Quem tem direito ao auxílio-doença em 2026?

Para ter direito, é necessário ser segurado do INSS e cumprir a carência mínima (em geral 12 meses). Os segurados que podem pedir:

  • Empregado CLT (contribuição descontada em folha)
  • Doméstico com carteira assinada
  • Contribuinte individual (autônomo, PJ que contribui voluntariamente)
  • MEI (que paga o DAS mensalmente)
  • Segurado especial (produtor rural, pescador artesanal)
  • Facultativo (dona de casa, estudante que contribui voluntariamente)

Importante: PJ que não contribui ao INSS não tem direito ao auxílio-doença. Para ter cobertura, o PJ precisa se inscrever como contribuinte individual e pagar mensalmente as contribuições.

Carência: quantas contribuições preciso ter?

A carência geral é de 12 meses de contribuição ao INSS antes do afastamento. Mas há exceções importantes:

SituaçãoCarência exigida
Doença comum (gripe, fratura, cirurgia eletiva etc.)12 meses de contribuição
Acidente de qualquer natureza (trabalho ou não)Zero — isento de carência
Doenças graves (lista específica do INSS)Zero — isento de carência

Doenças com isenção de carência (art. 26, II, Lei 8.213/1991): tuberculose ativa, hanseníase, alienação mental, neoplasia maligna (câncer), cegueira, paralisia irreversível, cardiopatia grave, HIV, hepatopatia grave, nefropatia grave, doença de Parkinson, espondiloartrose anquilosante, esclerose múltipla e outras listadas em portaria.

Para o empregado CLT que acabou de ser contratado: mesmo sem 12 meses de empresa, se tiver contribuições anteriores em outros empregos, elas podem ser somadas para atingir a carência.

Como é calculado o valor do auxílio-doença?

O auxílio-doença é calculado sobre a média de todos os salários de contribuição desde julho de 1994 (ou desde o início das contribuições, se posterior).
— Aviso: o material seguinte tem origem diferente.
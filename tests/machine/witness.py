"""What an answer states of each signal: the judge of the reader, by rules apart from the reader's.

Every number must stand in the line or the field that belongs to its signal, a 0 like any other. A signal that
no rule here knows is a failure, so that whoever adds one says where it stands.
"""

import re
from collections.abc import Iterator, Sequence
from typing import Any

from diskwatch.machine.reading import Understood
from diskwatch.records import Attribute, SignalKind, Value
from tests.machine.recordings import ATA_NAMES, LABELS, VERDICTS

_APART = ",.'\u2019 \u00a0\u202f\u00ff\ufffd"
_WHOLE = re.compile(rf"[0-9]{{1,3}}(?:[{_APART}][0-9]{{3}})+|[0-9]+")
_BEHIND = re.compile(r"\s*(?:%|Celsius|C|Pages|bytes|rpm|minutes|Pending Defects?.*)$")

FIELDS = {
    **LABELS,
    "Critical Warning": ("critical-warning", 1),
    "Thermal Temp. 1 Total Time": ("light-throttling-seconds", 1),
    "Thermal Temp. 2 Total Time": ("heavy-throttling-seconds", 1),
    **{f"Temperature Sensor {number}": (f"temperature-sensor-{number}", 1) for number in range(1, 9)},
    "Current temperature": ("temperature", 1),
    "Pending defect count": ("pending-sectors", 1),
}
KEYS = {
    "critical_warning": ("critical-warning", 1),
    "temperature": ("temperature", 1),
    "available_spare": ("available-spare", 1),
    "available_spare_threshold": ("spare-threshold", 1),
    "percentage_used": ("percentage-used", 1),
    "data_units_read": ("data-read", 512_000),
    "data_units_written": ("data-written", 512_000),
    "host_reads": ("read-commands", 1),
    "host_writes": ("write-commands", 1),
    "controller_busy_time": ("busy-minutes", 1),
    "power_cycles": ("power-cycles", 1),
    "power_on_hours": ("power-on-hours", 1),
    "unsafe_shutdowns": ("unsafe-power-offs", 1),
    "media_errors": ("media-errors", 1),
    "num_err_log_entries": ("error-log-entries", 1),
    "warning_temp_time": ("warning-temperature-minutes", 1),
    "critical_comp_time": ("critical-temperature-minutes", 1),
}
STATISTICS = {
    (1, 0x08): "power-on-resets",
    (1, 0x10): "power-on-hours",
    (1, 0x18): "data-written",
    (1, 0x20): "write-commands",
    (1, 0x28): "data-read",
    (1, 0x30): "read-commands",
    (3, 0x10): "head-flying-hours",
    (3, 0x20): "reallocated-sectors",
    (3, 0x28): "read-recovery-attempts",
    (3, 0x30): "start-failures",
    (3, 0x38): "pending-sectors",
    (4, 0x08): "reported-uncorrectable",
    (4, 0x10): "command-resets",
    (5, 0x08): "temperature",
    (5, 0x20): "highest-temperature",
    (5, 0x28): "lowest-temperature",
    (5, 0x50): "over-temperature-minutes",
    (6, 0x08): "hardware-resets",
    (6, 0x18): "crc-errors",
    (7, 0x08): "percentage-used",
}
"""By page and offset (ACS-3, log 04h; numbers as smartctl prints them)."""


def whole(text: str) -> int | None:
    """The one number that a field holds, thousands set apart or not; None where it holds anything else."""
    head = _BEHIND.sub("", text.partition("[")[0].strip())
    if re.fullmatch(r"0x[0-9a-fA-F]+", head):
        return int(head, 16)
    if re.fullmatch(r"-[0-9]{1,3}", head):
        return int(head)
    return int("".join(filter(str.isdigit, head))) if _WHOLE.fullmatch(head) else None


def labelled(lines: Sequence[str]) -> Iterator[tuple[str, str]]:
    """Label and rest of every line that has a colon or an equals sign."""
    for line in lines:
        label, mark, rest = re.sub("[:=]", "\0", line, count=1).partition("\0")
        if mark:
            yield " ".join(label.split()).lower(), rest


def sizes(lines: Sequence[str], document: Any) -> set[int]:
    """Sizes of a block that are stated."""
    told = {document.get("logical_block_size")} if isinstance(document, dict) else set()
    told |= {
        int(found[1]) for line in lines if (found := re.search(r"([0-9]+) bytes logical", line)) is not None
    }
    return {size for size in told if isinstance(size, int)}


def of_row(row: Attribute, signal: str, size: set[int]) -> set[int]:  # noqa: C901 - one table
    """What a row of the attribute table may state of a signal."""
    raw = row.raw
    bare = re.sub(r"\s*\(.*\)$", "", raw)
    number = int(bare) if re.fullmatch("[0-9]+", bare) else None
    parts = [int(part) for part in re.findall("[0-9]+", bare)]
    if signal.startswith("raw-"):
        return {int(raw)}
    if signal.endswith(("-errors", "-operations")) and row.number in {1, 7, 195}:
        packed = parts if "/" in bare else [(number or 0) >> 32, (number or 0) % 2**32]
        return {packed[signal.endswith("-operations")]}
    if signal in {"command-timeouts", "slow-commands", "slower-commands"}:
        which = ("command-timeouts", "slow-commands", "slower-commands").index(signal)
        if number is None:
            return {parts[2 - which]}
        return {number >> 16 * which & 0xFFFF} if number >= 2**32 else {number}
    if signal == "load-cycles" and number is not None and number >= 2**24:
        return {number % 2**24}
    if signal == "load-cycles":
        return set(parts[:1])
    if signal in {"lowest-temperature", "highest-temperature"}:
        found = re.search(r"Min/Max (-?[0-9]+)/(-?[0-9]+)", raw)
        return {int(found[1 + (signal == "highest-temperature")])} if found else set()
    if signal == "temperature":
        return {int(bare) if int(bare) < 2**16 else int(bare) % 256}
    if signal.endswith("-hours"):
        return {number} if number is not None else {int(raw.partition("h")[0])}
    if signal in {"data-written", "data-read"}:
        unit = re.search(r"(32mib|mib|gib|lbas)", row.name.lower())
        steps = {"32mib": {2**25}, "mib": {2**20}, "gib": {2**30}, "lbas": size}[unit[1] if unit else ""]
        return {(number or 0) * step for step in steps}
    if signal in {"percentage-used", "available-spare"}:
        told = whole(raw)
        return {100 - (row.value or 0), row.value or -1, -1 if told is None else told}
    return {number} if number is not None else set()


def stated(value: Value, found: Understood, lines: Sequence[str], document: Any) -> set[int]:
    """Every number that an answer states for a value, by its signal and its source."""
    signal, source = value.signal.removesuffix("-by-attribute"), value.source
    size = sizes(lines, document)
    numbers: set[int | None] = set()
    if source.startswith("attribute "):
        numbers |= set(_in_table(signal, source, found, size))
    elif source in {"NVMe log 02h", "SCSI log"}:
        numbers |= {*_in_fields(signal, lines), *_in_health(signal, document)}
    elif source == "log 04h":
        numbers |= set(_in_statistics(signal, lines, size))
    elif source.endswith("error log"):
        numbers |= set(_in_error_rows(signal, source.split()[1], lines))
    elif source == "log 01h":
        numbers |= set(_in_error_log(lines, document))
    elif source == "SCSI background scan log":
        numbers |= set(_in_scan(lines))
    elif source == "NVMe log 01h":
        numbers |= set(_in_entries(lines, document))
    elif source == "smartctl":
        numbers |= set(_beside_the_table(signal, document))
    return {number for number in numbers if number is not None}


def _in_table(signal: str, source: str, found: Understood, size: set[int]) -> Iterator[int]:
    for row in found.reading.attributes:
        if f"attribute {row.number}" == source:
            assert ATA_NAMES.get(row.name, signal) == signal or signal not in ATA_NAMES.values(), row
            yield from of_row(row, signal, size)


def _in_fields(signal: str, lines: Sequence[str]) -> Iterator[int]:
    steps = {name.lower(): step for name, (whose, step) in FIELDS.items() if whose == signal}
    for label, rest in labelled(lines):
        number = whole(rest) if label in steps else None
        if number is not None:
            yield number * steps[label]
    for line in lines if signal == "power-on-hours" else ():
        told = re.search(r"hours:minutes\s+([0-9]+):|powered up = ([0-9]+)\.", line)
        if told:
            yield int(told[1] or told[2])


def _in_health(signal: str, document: Any) -> Iterator[int | None]:
    log = (document or {}).get("nvme_smart_health_information_log")
    if not isinstance(log, dict):
        return
    for key, (whose, step) in KEYS.items():
        for told in (log.get(key), log.get(f"{key}_s")) if whose == signal else ():
            if isinstance(told, int) or (isinstance(told, str) and told.isdigit()):
                yield int(told) * step
    sensors = log.get("temperature_sensors")
    if signal.startswith("temperature-sensor-") and isinstance(sensors, list):
        yield from sensors[int(signal[-1]) - 1 : int(signal[-1])]


def _in_statistics(signal: str, lines: Sequence[str], size: set[int]) -> Iterator[int]:
    for line in lines:
        row = re.match(
            r"\s*(0x[0-9a-f]{2}|[0-9]+)\s+(0x[0-9a-f]{3})\s+[0-9]\s+(-?[0-9]+)~?\s", line, re.IGNORECASE
        )
        if row is None:
            continue
        place = int(row[1], 16 if "x" in row[1].lower() else 10), int(row[2], 16)
        if STATISTICS.get(place) == signal:
            yield from (int(row[3]) * step for step in (size if signal.startswith("data-") else {1}))


def _in_error_rows(signal: str, what: str, lines: Sequence[str]) -> Iterator[int]:
    for line in lines:
        words = line.split()
        # A flipped letter beside the label leaves the row its columns.
        if len(words) != 8 or f"{what}:" not in words[0]:
            continue
        moved = re.fullmatch(r"([0-9]+)[.,]([0-9]{3})", words[6])
        if moved and signal.startswith("data-"):
            yield int("".join(moved.groups())) * 10**6
        elif not signal.startswith("data-"):
            yield int(words[7])


def _in_error_log(lines: Sequence[str], document: Any) -> Iterator[int | None]:
    for label, rest in labelled(lines):
        told = rest.split()
        yield int(told[0]) if label == "ata error count" and told and told[0].isdigit() else None
    yield 0 if any("no errors logged" in line.lower() for line in lines) else None
    log = (document or {}).get("ata_smart_error_log")
    yield (log.get("summary") or {}).get("count") if isinstance(log, dict) else None


def _in_scan(lines: Sequence[str]) -> Iterator[int]:
    begun = next(number for number, line in enumerate(lines) if "background scan results" in line.lower())
    rows = [line for line in lines[begun:] if re.match(r"\s*[0-9]+\s+[0-9]+:[0-9]+\s", line)]
    waiting = [one for one in rows if re.search("require write|reassignment pending", one, re.IGNORECASE)]
    least = 1 if rows and len(rows) == len(waiting) else 0  # what was found later may tell of the same block
    yield from range(least, len(waiting) + 1)


def _in_entries(lines: Sequence[str], document: Any) -> Iterator[int]:
    pattern = re.compile(r"(?:0x[0-9a-f]{4}|-)\s+0x([0-9a-f]{4})", re.IGNORECASE)
    kinds = [int(one[1], 16) >> 9 & 7 for one in map(pattern.search, lines) if one]
    empty = any("no errors logged" in line.lower() for line in lines)
    yield from range(0 if empty or len(kinds) > kinds.count(2) else 1, kinds.count(2) + 1)
    table = (document or {}).get("nvme_error_information_log")
    yield from range(len(table.get("table") or ()) + 1) if isinstance(table, dict) else ()


def _beside_the_table(signal: str, document: Any) -> Iterator[int | None]:
    for key, name, whose in (
        ("temperature", "current", "temperature"),
        ("power_on_time", "hours", "power-on-hours"),
        ("endurance_used", "current_percent", "percentage-used"),
        ("spare_available", "current_percent", "available-spare"),
        ("spare_available", "threshold_percent", "spare-threshold"),
    ):
        part = (document or {}).get(key)
        yield part.get(name) if whose == signal and isinstance(part, dict) else None


def check(found: Understood, lines: Sequence[str], document: Any = None) -> None:
    """Fail where the reader brought a number that the answer does not state in its place."""
    flat = [" ".join(line.split()) for line in lines]
    told = repr(document)
    for row in found.reading.attributes:
        _check_row(row, flat, told)
    for value in found.reading.values:
        assert (value.value is None) is (value.reason is not None), value
        if isinstance(value.value, int):
            assert value.value in stated(value, found, lines, document), value
        elif value.signal == "self-assessment" and value.value is not None and document is None:
            said = [rest.lower() for label, rest in labelled(lines) if label in {v.lower() for v in VERDICTS}]
            words = ("passed", "ok") if value.value == "passed" else ("fail", "impending", "exceeded")
            assert any(word in one for word in words for one in said), value
        else:
            assert value.value is None or value.kind is SignalKind.WORD
    for test in found.reading.self_tests:
        parts = [test.name, test.result, *(str(part) for part in (test.hours,) if part is not None)]
        near = [
            line
            for line in flat
            if all(" ".join(part.split()) in line for part in parts[:2])
            and all(hours in _joined(line) for hours in parts[2:])
        ]
        assert near or all(_as_told(part) in told for part in parts), test
        blocks = {int(word, 16) if "x" in word else int(word) for line in near for word in _numbers(line)}
        assert test.lba is None or test.lba in blocks or str(test.lba) in told, test
    if found.drive is not None:
        for number, names in (
            (found.drive.capacity_bytes, ("capacity", "size")),
            (found.drive.rotation_rpm, ("rotation rate",)),
        ):
            near = [rest for label, rest in labelled(lines) if any(name in label for name in names)]
            assert number is None or number in map(whole, near) or str(number) in told, number


def _joined(line: str) -> str:
    """A line whose numbers stand without separators of thousands."""
    return re.sub(r"(?<=[0-9])[ .,'](?=[0-9]{3}(?![0-9]))", "", line)


def _numbers(line: str) -> list[str]:
    return re.findall(r"0x[0-9a-fA-F]+|[0-9]+", line)


def _check_row(row: Attribute, flat: Sequence[str], told: str) -> None:
    raw = " ".join(row.raw.split())
    for line in flat:
        words = line.split()
        # A flipped blank may print a number as 05, which states it as well.
        numbered = bool(words) and words[0].isascii() and words[0].isdecimal() and int(words[0]) == row.number
        if numbered and words[1:2] == [row.name] and line.endswith(raw):
            parts = (row.value, row.worst, row.threshold)
            if all(part is None or f"{part:03}" in words for part in parts):
                return
    assert all(_as_told(piece) in told for piece in (row.name, row.raw)), row


def _as_told(piece: str) -> str:
    """A piece of text as it stands in the representation of a document, control characters escaped."""
    return repr(piece)[1:-1]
Sobre essa média, aplica-se 91%:

🧮 Auxílio-doença = 91% × média de todos os salários de contribuição

Média salarial de contribuiçãoAuxílio-doença (91%)Observação
R$1.621 (salário mínimo)R$1.475,11→ Paga R$1.621 (piso mínimo)
R$2.000R$1.820
R$3.000R$2.730
R$5.000R$4.550
R$8.000R$7.280
Acima de R$9.313R$8.475,55→ Teto máximo 2026

Piso mínimo: R$1.621 (salário mínimo 2026). Teto máximo: R$8.475,55 (teto de contribuição do INSS 2026). Fonte: Lei 8.213/1991, art. 61; INSS.

O cálculo usa todos os salários de contribuição desde julho/1994 — incluindo períodos de emprego formal, contribuições como autônomo, MEI e facultativo. Quanto mais tempo contribuindo com salários maiores, maior o benefício.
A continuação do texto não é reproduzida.